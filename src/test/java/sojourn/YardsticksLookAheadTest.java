package sojourn;

import static org.assertj.core.api.Assertions.assertThat;

import java.nio.file.Path;
import java.time.LocalDate;
import java.util.ArrayList;
import java.util.Arrays;
import java.util.List;
import java.util.Map;
import java.util.Optional;
import org.junit.jupiter.api.Test;
import org.junit.jupiter.api.io.TempDir;
import sojourn.PrefixCheck.Difference;
import sojourn.PrefixCheck.Row;
import sojourn.PrefixCheck.Rows;
import sojourn.allocate.Because;
import sojourn.allocate.Decision;
import sojourn.allocate.Policy;
import sojourn.allocate.Stance;
import sojourn.allocate.Weights;
import sojourn.archive.PathFile;
import sojourn.archive.Table;
import sojourn.compare.Compared;
import sojourn.compare.Comparison;
import sojourn.compare.LocalWorkers;
import sojourn.compare.Progress;
import sojourn.compare.Run;
import sojourn.document.Problems;
import sojourn.market.FillPrices;
import sojourn.market.PriceTable;
import sojourn.measure.Yardstick;
import sojourn.strategy.StrategyFile;
import sojourn.strategy.StrategyReader;
import sojourn.trade.Simulation;
import sojourn.trade.Track;

/**
 * Yardsticks that claim they could have been traded, through the whole comparison on real prices: cut short, the file says the same
 * of their wealth on every bar before. A gate and a target whose level is that of the whole file are caught by it.
 */
class YardsticksLookAheadTest {
    private static final PriceHistory STOCKS = PriceHistory.stocks();
    private static final int ROWS = 900;
    /** At the first fit, between fits, on fit bars and just after. */
    private static final int[] CUTS = {305, 340, 401, 402, 555, 701, ROWS - 1};

    private static final String STRATEGY = """
            strategy: Step aside in storms
            prices: {stocks: {csv: stocks.csv}}
            cash: {percent-per-year: 4}
            regimes: {observe: [{log-return: stocks}], states: [calm, stormy]}
            refit: {first-fit-after: 300, every: 100, starts: 1, seed: 7}
            allocate:
              switch: {regime: stormy, leave-above: 0.7, re-enter-below: 0.3, in: {stocks: 1}, out: {stocks: 0.2}}
            limits: {gross: 1.5, per-asset: [0, 1.5]}
            trade: {no-trade-band: 0.02, costs: {commission-bps: 5, half-spread-bps: 5}}
            judge:
              against: [buy-and-hold, same-exposure-so-far, volatility-gate, volatility-target]
              buy-and-hold: {stocks: 1}
            """;

    @TempDir
    private Path folder;

    @Test
    void yardsticksThatCouldHaveBeenTradedSayTheSameOfEveryBarUpToTheCut() {
        PrefixCheck check = PrefixCheck.of(rows -> path(rows, Optional.empty()), ROWS);
        List<String> columns = check.whole().rows().get(0).columns();
        assertThat(columns).contains("volatility_gate.wealth", "volatility_target.wealth");
        assertThat(check.differences(CUTS)).isEmpty();
    }

    @Test
    void aGateAtTheQuantileOfTheWholeFileIsCaught() {
        List<Difference> caught = leaking(Yardstick.VOLATILITY_GATE);
        assertThat(caught).hasSizeGreaterThan(2);
        assertThat(caught)
                .allSatisfy(difference -> assertThat(difference.column()).isEqualTo("volatility_gate.wealth"));
    }

    @Test
    void aTargetAtTheVolatilityOfTheWholeFileIsCaught() {
        List<Difference> caught = leaking(Yardstick.VOLATILITY_TARGET);
        assertThat(caught).hasSizeGreaterThan(2);
        assertThat(caught)
                .allSatisfy(difference -> assertThat(difference.column()).isEqualTo("volatility_target.wealth"));
    }

    private List<Difference> leaking(Yardstick leaky) {
        return PrefixCheck.of(rows -> path(rows, Optional.of(leaky)), ROWS).differences(CUTS);
    }

    /** The path of the variant; {@code leaky} is run with hindsight instead. */
    private Rows path(int rows, Optional<Yardstick> leaky) {
        STOCKS.write(folder.resolve("stocks.csv"), rows);
        Problems problems = new Problems();
        StrategyFile file = StrategyReader.parse(STRATEGY, folder, "strategy.yaml", problems)
                .orElseThrow();
        try (LocalWorkers workers = new LocalWorkers(1)) {
            Compared compared = new Comparison(workers, Progress.silent()).run(List.of(file));
            Run.Traded run = compared.ranked().get(0).run();
            PriceTable table = run.ready().market().table();
            Table path = leaky.map(one -> leaking(one, run))
                    .orElseGet(() -> run.path().table());
            List<Row> said = new ArrayList<>();
            for (List<String> cells : path.rows()) {
                said.add(new Row("path", LocalDate.parse(cells.get(0)), path.columns(), cells));
            }
            return new Rows(table.fillPrices().axis().date(table.size() - 1), said);
        }
    }

    private static Table leaking(Yardstick leaky, Run.Traded run) {
        PriceTable table = run.ready().market().table();
        Policy policy = leaky == Yardstick.VOLATILITY_GATE ? gate(table) : target(table);
        Track track = Simulation.run(
                        table,
                        run.timeline(),
                        policy,
                        run.file().strategy().trade().terms(),
                        run.track().firstBar())
                .orElseThrow();
        return PathFile.of(table.fillPrices().axis(), run.timeline(), run.track(), Map.of(leaky, track))
                .table();
    }

    /** In below the median size of a return, of all returns there are. */
    private static Policy gate(PriceTable table) {
        double median = sizes(table)[table.size() / 2];
        return (situation, stance) -> ordered(size(table, situation.bar()) > median ? 0 : 1, stance);
    }

    /** Half, by the mean size of a return, of all returns there are. */
    private static Policy target(PriceTable table) {
        double mean = Arrays.stream(sizes(table)).sum() / table.size();
        return (situation, stance) -> ordered(Math.min(1, mean / (2 * size(table, situation.bar()) + mean)), stance);
    }

    private static Decision ordered(double weight, Stance stance) {
        return Decision.order(Weights.of(weight), stance, Because.of("a test says so"), Decision.Change.SAME);
    }

    private static double[] sizes(PriceTable table) {
        double[] sizes = new double[table.size()];
        for (int bar = 1; bar < sizes.length; bar++) {
            sizes[bar] = size(table, bar);
        }
        Arrays.sort(sizes);
        return sizes;
    }

    private static double size(PriceTable table, int bar) {
        FillPrices prices = table.fillPrices();
        return Math.abs(prices.close(0, bar) / prices.close(0, bar - 1) - 1);
    }
}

-.-.-

Brief:
Please reproduce every record shown above, exactly as written.

Task output:
filename src/test/java/sojourn/YardsticksLookAheadTest.java
package sojourn;

import static org.assertj.core.api.Assertions.assertThat;

import java.nio.file.Path;
import java.time.LocalDate;
import java.util.ArrayList;
import java.util.Arrays;
import java.util.List;
import java.util.Map;
import java.util.Optional;
import org.junit.jupiter.api.Test;
import org.junit.jupiter.api.io.TempDir;
import sojourn.PrefixCheck.Difference;
import sojourn.PrefixCheck.Row;
import sojourn.PrefixCheck.Rows;
import sojourn.allocate.Because;
import sojourn.allocate.Decision;
import sojourn.allocate.Policy;
import sojourn.allocate.Stance;
import sojourn.allocate.Weights;
import sojourn.archive.PathFile;
import sojourn.archive.Table;
import sojourn.compare.Compared;
import sojourn.compare.Comparison;
import sojourn.compare.LocalWorkers;
import sojourn.compare.Progress;
import sojourn.compare.Run;
import sojourn.document.Problems;
import sojourn.market.FillPrices;
import sojourn.market.PriceTable;
import sojourn.measure.Yardstick;
import sojourn.strategy.StrategyFile;
import sojourn.strategy.StrategyReader;
import sojourn.trade.Simulation;
import sojourn.trade.Track;

/**
 * Yardsticks that claim they could have been traded, through the whole comparison on real prices: cut short, the file says the same
 * of their wealth on every bar before. A gate and a target whose level is that of the whole file are caught by it.
 */
class YardsticksLookAheadTest {
    private static final PriceHistory STOCKS = PriceHistory.stocks();
    private static final int ROWS = 900;
    /** At the first fit, between fits, on fit bars and just after. */
    private static final int[] CUTS = {305, 340, 401, 402, 555, 701, ROWS - 1};

    private static final String STRATEGY = """
            strategy: Step aside in storms
            prices: {stocks: {csv: stocks.csv}}
            cash: {percent-per-year: 4}
            regimes: {observe: [{log-return: stocks}], states: [calm, stormy]}
            refit: {first-fit-after: 300, every: 100, starts: 1, seed: 7}
            allocate:
              switch: {regime: stormy, leave-above: 0.7, re-enter-below: 0.3, in: {stocks: 1}, out: {stocks: 0.2}}
            limits: {gross: 1.5, per-asset: [0, 1.5]}
            trade: {no-trade-band: 0.02, costs: {commission-bps: 5, half-spread-bps: 5}}
            judge:
              against: [buy-and-hold, same-exposure-so-far, volatility-gate, volatility-target]
              buy-and-hold: {stocks: 1}
            """;

    @TempDir
    private Path folder;

    @Test
    void yardsticksThatCouldHaveBeenTradedSayTheSameOfEveryBarUpToTheCut() {
        PrefixCheck check = PrefixCheck.of(rows -> path(rows, Optional.empty()), ROWS);
        List<String> columns = check.whole().rows().get(0).columns();
        assertThat(columns).contains("volatility_gate.wealth", "volatility_target.wealth");
        assertThat(check.differences(CUTS)).isEmpty();
    }

    @Test
    void aGateAtTheQuantileOfTheWholeFileIsCaught() {
        List<Difference> caught = leaking(Yardstick.VOLATILITY_GATE);
        assertThat(caught).hasSizeGreaterThan(2);
        assertThat(caught)
                .allSatisfy(difference -> assertThat(difference.column()).isEqualTo("volatility_gate.wealth"));
    }

    @Test
    void aTargetAtTheVolatilityOfTheWholeFileIsCaught() {
        List<Difference> caught = leaking(Yardstick.VOLATILITY_TARGET);
        assertThat(caught).hasSizeGreaterThan(2);
        assertThat(caught)
                .allSatisfy(difference -> assertThat(difference.column()).isEqualTo("volatility_target.wealth"));
    }

    private List<Difference> leaking(Yardstick leaky) {
        return PrefixCheck.of(rows -> path(rows, Optional.of(leaky)), ROWS).differences(CUTS);
    }

    /** The path of the variant; {@code leaky} is run with hindsight instead. */
    private Rows path(int rows, Optional<Yardstick> leaky) {
        STOCKS.write(folder.resolve("stocks.csv"), rows);
        Problems problems = new Problems();
        StrategyFile file = StrategyReader.parse(STRATEGY, folder, "strategy.yaml", problems)
                .orElseThrow();
        try (LocalWorkers workers = new LocalWorkers(1)) {
            Compared compared = new Comparison(workers, Progress.silent()).run(List.of(file));
            Run.Traded run = compared.ranked().get(0).run();
            PriceTable table = run.ready().market().table();
            Table path = leaky.map(one -> leaking(one, run))
                    .orElseGet(() -> run.path().table());
            List<Row> said = new ArrayList<>();
            for (List<String> cells : path.rows()) {
                said.add(new Row("path", LocalDate.parse(cells.get(0)), path.columns(), cells));
            }
            return new Rows(table.fillPrices().axis().date(table.size() - 1), said);
        }
    }

    private static Table leaking(Yardstick leaky, Run.Traded run) {
        PriceTable table = run.ready().market().table();
        Policy policy = leaky == Yardstick.VOLATILITY_GATE ? gate(table) : target(table);
        Track track = Simulation.run(
                        table,
                        run.timeline(),
                        policy,
                        run.file().strategy().trade().terms(),
                        run.track().firstBar())
                .orElseThrow();
        return PathFile.of(table.fillPrices().axis(), run.timeline(), run.track(), Map.of(leaky, track))
                .table();
    }

    /** In below the median size of a return, of all returns there are. */
    private static Policy gate(PriceTable table) {
        double median = sizes(table)[table.size() / 2];
        return (situation, stance) -> ordered(size(table, situation.bar()) > median ? 0 : 1, stance);
    }

    /** Half, by the mean size of a return, of all returns there are. */
    private static Policy target(PriceTable table) {
        double mean = Arrays.stream(sizes(table)).sum() / table.size();
        return (situation, stance) -> ordered(Math.min(1, mean / (2 * size(table, situation.bar()) + mean)), stance);
    }

    private static Decision ordered(double weight, Stance stance) {
        return Decision.order(Weights.of(weight), stance, Because.of("a test says so"), Decision.Change.SAME);
    }

    private static double[] sizes(PriceTable table) {
        double[] sizes = new double[table.size()];
        for (int bar = 1; bar < sizes.length; bar++) {
            sizes[bar] = size(table, bar);
        }
        Arrays.sort(sizes);
        return sizes;
    }

    private static double size(PriceTable table, int bar) {
        FillPrices prices = table.fillPrices();
        return Math.abs(prices.close(0, bar) / prices.close(0, bar - 1) - 1);
    }
}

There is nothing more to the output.